Abstract:
Drug addiction is the incapability to refrain from consuming a legal or illegal chemical,
drug, activity, or substance despite harmful consequences. It can lead to a comprehensive
range of complications that harm personal relationships, professional goals, and overall
health. It is one of the deadliest problems for a country like Bangladesh, where there are a
large number of young people. Thus, we need to keep an eye on the young generation of
our country before getting addicted to drugs. We must take efficient steps to facilitate the
prevention of drug addiction. In this paper, we will predict the risk of any individual
towards drug addiction using machine learning classification algorithms. First, we studied
some related journals, papers and then talked to doctors, counselors, and drug-addicted
people. As a result, we found some primary risk factors for addiction to drugs. Then we got
a dataset from Kaggle based on the risk of drug addiction, but there was not enough data to
use in the study. That's why we create a questionnaire according to each feature of the
Kaggle dataset. We collected data from a couple of drug rehabilitation centers in Dhaka,
Bangladesh, such as FERA Rehabilitation Center, AMI Addiction Management Institute,
etc.

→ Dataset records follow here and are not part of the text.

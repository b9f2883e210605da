package org.lodestep.rig;

import static org.junit.jupiter.api.Assertions.assertEquals;
import static org.junit.jupiter.api.Assertions.assertFalse;
import static org.junit.jupiter.api.Assertions.assertNotEquals;
import static org.junit.jupiter.api.Assertions.assertNotNull;
import static org.junit.jupiter.api.Assertions.assertThrows;
import static org.junit.jupiter.api.Assertions.assertTrue;

import org.junit.jupiter.api.Test;

/** The firmware side, driven frame by frame. */
class VirtualRigTest {

    private static final class Host {
        final Transports.SimLink link;
        final FrameReader in;

        Host(String address) throws Exception {
            link = Transports.openSim(address);
            in = new FrameReader(link.host());
            // a session starts with HELLO (firmware-protocol.md, section 3); tag 254 stays clear of the tests' tags
            assertEquals(Frame.REPLY, ask(254, "HELLO 1").type());
        }

        Frame ask(int tag, String text) throws Exception {
            link.host().write(FrameCodec.encode(Frame.text(Frame.COMMAND, tag, text)));
            while (true) {
                Frame f = in.next(2000);
                assertNotNull(f, "no answer to " + text);
                if (f.tag() == tag) {
                    return f;
                }
            }
        }
    }

    @Test
    void retriedCommandWithTheSameTagIsAnsweredAgainNotMeasuredAgain() throws Exception {
        Host h = new Host("sim:bench-4");
        String first = h.ask(5, "RES 1 2").text();
        assertEquals(first, h.ask(5, "RES 1 2").text());
        // a new tag is a new measurement: the meter noise draws again
        assertNotEquals(first, h.ask(6, "RES 1 2").text());
    }

    @Test
    void insulationFiresOnlyWithTheTokenOfTheArm() throws Exception {
        Host h = new Host("sim:bench-4");
        Frame noArm = h.ask(1, "INS FIRE token=0000");
        assertEquals(Frame.ERROR, noArm.type());
        assertTrue(noArm.text().startsWith("4 NOT_ARMED"), noArm.text());
        Fields arm = Fields.parse(h.ask(2, "INS ARM lead=1 volts=500").text());
        Frame wrong = h.ask(3, "INS FIRE token=" + (arm.get("token").equals("ABCD") ? "ABCE" : "ABCD"));
        assertTrue(wrong.text().startsWith("4 NOT_ARMED"), wrong.text());
        // the wrong token disarmed it: arm again, then fire properly
        Fields arm2 = Fields.parse(h.ask(4, "INS ARM lead=1 volts=500").text());
        Fields fired = Fields.parse(h.ask(5, "INS FIRE token=" + arm2.get("token")).text());
        assertEquals("500", fired.get("volts"));
        // bench-4 phase insulation 5e9 ohm, tester noise 3 % (scenarios.toml)
        assertEquals(5e9, fired.number("ohm"), 5e9 * 0.15);
        assertFalse(h.link.rig().energised());
    }

    @Test
    void anyOtherCommandCancelsTheArm() throws Exception {
        Host h = new Host("sim:bench-4");
        Fields arm = Fields.parse(h.ask(1, "INS ARM lead=2 volts=250").text());
        h.ask(2, "RES 1 2");
        assertTrue(h.ask(3, "INS FIRE token=" + arm.get("token")).text().startsWith("4 NOT_ARMED"));
    }

    @Test
    void silentHostTripsTheWatchdogWhichDisarmsAndReports() throws Exception {
        Host h = new Host("sim:bench-4");
        Fields arm = Fields.parse(h.ask(1, "INS ARM lead=1 volts=500").text());
        // say nothing for longer than the watchdog
        Frame f = h.in.next(VirtualRig.WATCHDOG_MS + 1500);
        assertNotNull(f, "the rig reports the watchdog");
        assertEquals(Frame.ERROR, f.type());
        assertEquals(0, f.tag());
        assertTrue(f.text().startsWith("8 WATCHDOG"), f.text());
        assertEquals("watchdog", h.link.rig().lastSafeReason());
        assertTrue(h.ask(2, "INS FIRE token=" + arm.get("token")).text().startsWith("4 NOT_ARMED"));
    }

    @Test
    void stepDriveAboveTheCurrentLimitIsRefusedBeforeEnergising() throws Exception {
        Host h = new Host("sim:bench-4");
        // 24 V into 1.5 + 0.1 ohm would be 15 A, above the 5 A limit
        Frame f = h.ask(1, "STEP 1 2 volts=24 ms=10 rate_hz=10000");
        assertTrue(f.text().startsWith("7 OVER_LIMIT"), f.text());
        assertFalse(h.link.rig().energised());
    }

    @Test
    void malformedCommandsGetTheirErrorCodes() throws Exception {
        Host h = new Host("sim:bench-4");
        assertTrue(h.ask(1, "FROB").text().startsWith("1 UNKNOWN_COMMAND"));
        assertTrue(h.ask(2, "SWEEP from=10 to=100 seconds=1 microsteps=3 rate_hz=1000").text()
                .startsWith("2 BAD_ARGUMENT microsteps=3"));
        assertTrue(h.ask(4, "RESEND seq=0").text().startsWith("6 BLOCK_GONE"));
        assertTrue(h.ask(3, "HELLO 2").text().startsWith("10 VERSION"));
    }

    @Test
    void aCommandAsLongAsAFrameAllowsGetsAnErrorThatFitsAndTheRigLivesOn() throws Exception {
        Host h = new Host("sim:bench-4");
        // one valid frame with a 4096-byte unknown command: the error may repeat only a little of it
        Frame f = h.ask(9, "X".repeat(FrameCodec.MAX_PAYLOAD_BYTES));
        assertEquals(Frame.ERROR, f.type());
        assertTrue(f.text().startsWith("1 UNKNOWN_COMMAND"), f.text());
        assertTrue(f.payload().length <= 256, f.payload().length + " bytes");
        assertEquals("OK", h.ask(10, "PING").text());
    }

    @Test
    void aStreamSlowerThanTheReplyTimeoutIsWaitedForNotGivenUp() throws Exception {
        Transports.SimLink link = Transports.openSim("sim:bench-4?realtime=1");
        try (RigClient c = RigClient.connect(link.host(), RigClient.Settings.DEFAULT)) {
            // 500 Hz, one channel: a 1020-frame block every 2 s, twice the host's 1 s reply timeout; the rig
            // answers an early re-request BLOCK_GONE (not sent yet), which is not a lost block
            RigCapture cap = c.backEmf(java.util.List.of(new int[] {1, 2}), 4.5, 500, RigClient.Progress.NONE);
            assertEquals(2250, cap.signal().length());
        }
    }

    @Test
    void clientSurfacesARefusalAsItsErrorCode() throws Exception {
        try (RigClient c = RigClient.open("sim:bench-4")) {
            RigRefusedException e = assertThrows(RigRefusedException.class,
                    () -> c.stepResponse(1, 2, 24, 10, 10000, RigClient.Progress.NONE));
            assertEquals(RigError.OVER_LIMIT, e.error());
        }
    }

    @Test
    void hostSilentDuringARealTimeSweepStopsItAndSwitchesOff() throws Exception {
        Host h = new Host("sim:gantry-axis?realtime=1");
        Frame header = h.ask(1, "SWEEP from=20 to=100 seconds=10 microsteps=1 rate_hz=1000");
        assertEquals(Frame.REPLY, header.type(), header.text());
        assertTrue(h.link.rig().energised(), "the sweep drives the motor");
        // the host stops talking (it keeps reading, as a host whose sender died would)
        Frame end = null;
        long deadline = System.nanoTime() + 6_000_000_000L;
        while (end == null && System.nanoTime() < deadline) {
            Frame f = h.in.next(100);
            if (f != null && f.type() == Frame.END) {
                end = f;
            }
        }
        assertNotNull(end, "the stream ends");
        assertTrue(end.text().contains("status=watchdog"), end.text());
        assertFalse(h.link.rig().energised());
        assertEquals("watchdog", h.link.rig().lastSafeReason());
    }

    @Test
    void keepAlivePingsCarryARealTimeSweepPastTheWatchdog() throws Exception {
        Transports.SimLink link = Transports.openSim("sim:gantry-axis?realtime=1");
        try (RigClient c = RigClient.connect(link.host(), RigClient.Settings.DEFAULT)) {
            // 2.6 s of real time, longer than the 2 s watchdog
            RigCapture cap = c.sweep(new SweepPlan(20, 60, 2.6, 1, 1000), RigClient.Progress.NONE);
            assertEquals(2600, cap.signal().length());
            assertEquals(0, link.rig().safeEvents());
        }
    }
}
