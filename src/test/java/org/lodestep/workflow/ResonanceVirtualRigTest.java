package org.lodestep.workflow;

import static org.junit.jupiter.api.Assertions.assertEquals;
import static org.junit.jupiter.api.Assertions.assertNotNull;
import static org.junit.jupiter.api.Assertions.assertTrue;

import java.nio.file.Path;

import org.junit.jupiter.api.Test;
import org.junit.jupiter.api.io.TempDir;
import org.lodestep.motor.NaturalFrequency;
import org.lodestep.resonance.ResonanceBand;
import org.lodestep.resonance.SweepResult;
import org.lodestep.rig.Scenario;
import org.lodestep.rig.Scenarios;
import org.lodestep.rig.SweepPlan;

/**
 * End to end without a front end: a sweep recorded from the virtual rig's gantry axis ({@link RigSweepCapture}),
 * analysed by the resonance engine ({@link ResonanceSweep}) from the capture in memory and from the file it saved.
 */
class ResonanceVirtualRigTest {

    @Test
    void strongestBandOfAVirtualRigSweepContainsTheModelsNaturalFrequency(@TempDir Path dir) throws Exception {
        Scenario sc = Scenarios.get("gantry-axis");
        // Acarnley (2002), ch. 4 / REFERENCE-CHECKS item 11: f_n = (1/2π)·√(N_r·T_h/J) of the scenario's rotor + load.
        double fn = NaturalFrequency.naturalHz(sc.holdingTorqueNm(), sc.rotorTeeth(), sc.totalInertiaKgM2());
        SweepPlan plan = new SweepPlan(20, 400, 20, 1, 5000);
        RigSweepCapture.Result cap = RigSweepCapture.run(new RigSweepCapture.Settings("sim:gantry-axis", plan,
                dir.resolve("gantry.csv"), "test"), Progress.NONE);
        // The in-memory capture has no sweep metadata: the law is the plan's.
        ResonanceSweep.Settings settings = ResonanceSweep.Settings.defaults()
                .withLaw(plan.shape(), 20, 400, 20.0);
        for (ResonanceSweep.Result res : new ResonanceSweep.Result[] {
            ResonanceSweep.analyse(cap.capture().signal(), settings, Progress.NONE),
            // the saved file carries the sweep profile in its sidecar: no law needed
            ResonanceSweep.analyse(cap.saved(), ResonanceSweep.Settings.defaults(), Progress.NONE)}) {
            SweepResult r = res.sweep();
            assertEquals("accel", res.channel());
            ResonanceBand strongest = r.strongestBand();
            assertNotNull(strongest, "no band in " + r.response().size() + " points");
            // Low-speed resonance at a full-step rate equal to f_n (Acarnley 2002, section 4.3; REFERENCE-CHECKS item
            // 12): the strongest band must reach within 8 % of the model's f_n.
            assertTrue(strongest.startFullStepsPerS() <= fn * 1.08 && strongest.endFullStepsPerS() >= fn * 0.92,
                    strongest + " vs f_n " + fn);
            // The estimate from the band's vibration agrees with the model within 8 % too.
            assertEquals(fn, r.naturalFrequencyHz(), 0.08 * fn);
        }
    }
}
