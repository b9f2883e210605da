package org.lodestep.workflow;

import static org.junit.jupiter.api.Assertions.assertEquals;
import static org.junit.jupiter.api.Assertions.assertFalse;
import static org.junit.jupiter.api.Assertions.assertThrows;
import static org.junit.jupiter.api.Assertions.assertTrue;

import java.nio.file.Files;
import java.nio.file.Path;
import java.util.List;

import org.junit.jupiter.api.Test;
import org.junit.jupiter.api.io.TempDir;
import org.lodestep.motor.MotorCard;
import org.lodestep.motor.StepResponseFit;
import org.lodestep.motor.Unknown;
import org.lodestep.sample.InputFormatException;

class MotorFromFilesTest {
    private static final Path DIR = Path.of("sample-captures", "motor");

    @Test
    void stepTracesAreKeptWithTheirFitsAndTheFitIsAFirstOrderRise() throws Exception {
        MotorFromFiles.Result r = MotorFromFiles.run(new MotorFromFiles.Settings(DIR.resolve("resistance.csv"),
                List.of(DIR.resolve("step-1-7.csv")), null, null, null, null, null, MotorCardSettings.NONE, true),
                Progress.NONE);
        assertEquals(1, r.traces().size());
        MotorCaptureInputs.StepTrace t = r.traces().get(0);
        assertEquals("step-1-7.csv", t.source());
        assertEquals(t.timeS().length, t.currentA().length);
        StepResponseFit fit = r.card().stepResponses().get(0).fit();
        // RL step (Alexander & Sadiku, Fundamentals of Electric Circuits, first-order circuits): one time constant
        // after the step the rise has reached 1 - 1/e = 63.2 % of its final value.
        double at = fit.modelCurrentA(fit.stepTimeS() + fit.timeConstantS()) - fit.offsetA();
        assertEquals(1 - Math.exp(-1), at / fit.finalCurrentA(), 1e-12);
        assertEquals(fit.offsetA(), fit.modelCurrentA(fit.stepTimeS() - 1e-3), 0.0);
    }

    @Test
    void withoutBackEmfThePhasesOfAnEightLeadMotorStayUnknownAsCodedValues() throws Exception {
        MotorCard card = MotorFromFiles.run(new MotorFromFiles.Settings(DIR.resolve("resistance.csv"), List.of(),
                null, null, null, null, null, MotorCardSettings.NONE, false), Progress.NONE).card();
        assertEquals("8-lead", card.topology());
        assertTrue(card.unknowns().stream().anyMatch(u -> u.what() == Unknown.What.PHASES_OF_EIGHT_LEAD),
                card.unknowns().toString());
        assertTrue(card.unknowns().stream().anyMatch(u -> u.what() == Unknown.What.STEP_ANGLE));
        assertFalse(card.hasError(), card.findings().toString());
    }

    @Test
    void nothingToIdentifyIsASettingError() {
        assertThrows(IllegalArgumentException.class, () -> new MotorFromFiles.Settings(null, List.of(), null, null,
                null, null, null, MotorCardSettings.NONE, false));
    }

    @Test
    void aCaptureWithoutTheColumnATestNeedsNamesTheColumnsItHas(@TempDir Path dir) throws Exception {
        Path accel = dir.resolve("tap.csv");
        Files.writeString(accel, "time_s,accel_g\n0,0.1\n0.001,0.2\n0.002,0.1\n");
        InputFormatException step = assertThrows(InputFormatException.class,
                () -> MotorCaptureInputs.stepResponse(accel, null, null, null));
        assertEquals(accel + ": has no current column (its columns: accel): expected a column such as current_a"
                + " (amperes)", step.getMessage());
        InputFormatException emf = assertThrows(InputFormatException.class,
                () -> MotorCaptureInputs.backEmf(accel, null, null));
        assertTrue(emf.getMessage().startsWith(accel + ": has no back-EMF column (its columns: accel): expected"
                + " columns named emf_"), emf.getMessage());
    }
}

We also collected data from a few Colleges and Universities. Our dataset includes some
notable features such as age, gender, various psychological problems, lack of family ties,
satisfaction in workplace or education, living with drug users, the influence of friends, and
staying at a friend's house at night, etc. Our dataset contains both addicted and non-addicted
samples. Our research has two outcomes: one is "Yes' means addicted, and the other is 'No'
means non-addicted. After collecting the data, we processed all the data and got a processed
dataset. Then we applied six machine learning algorithms to our processed dataset and
compared the result of each algorithm. The algorithms we incorporated are Logistic
Regression, Decision Tree, Random Forest, Naive Bayes, Support Vector Machine (SVM),
and k-Nearest Neighbor (kNN). Among the algorithms, Naive Bayes came up with the
highest accuracy of 90.9%, and Decision Tree delivered the least of which is 77.68%.
Moreover, using a feature selection technique called chi-square, we got the most influential causes of drug addiction.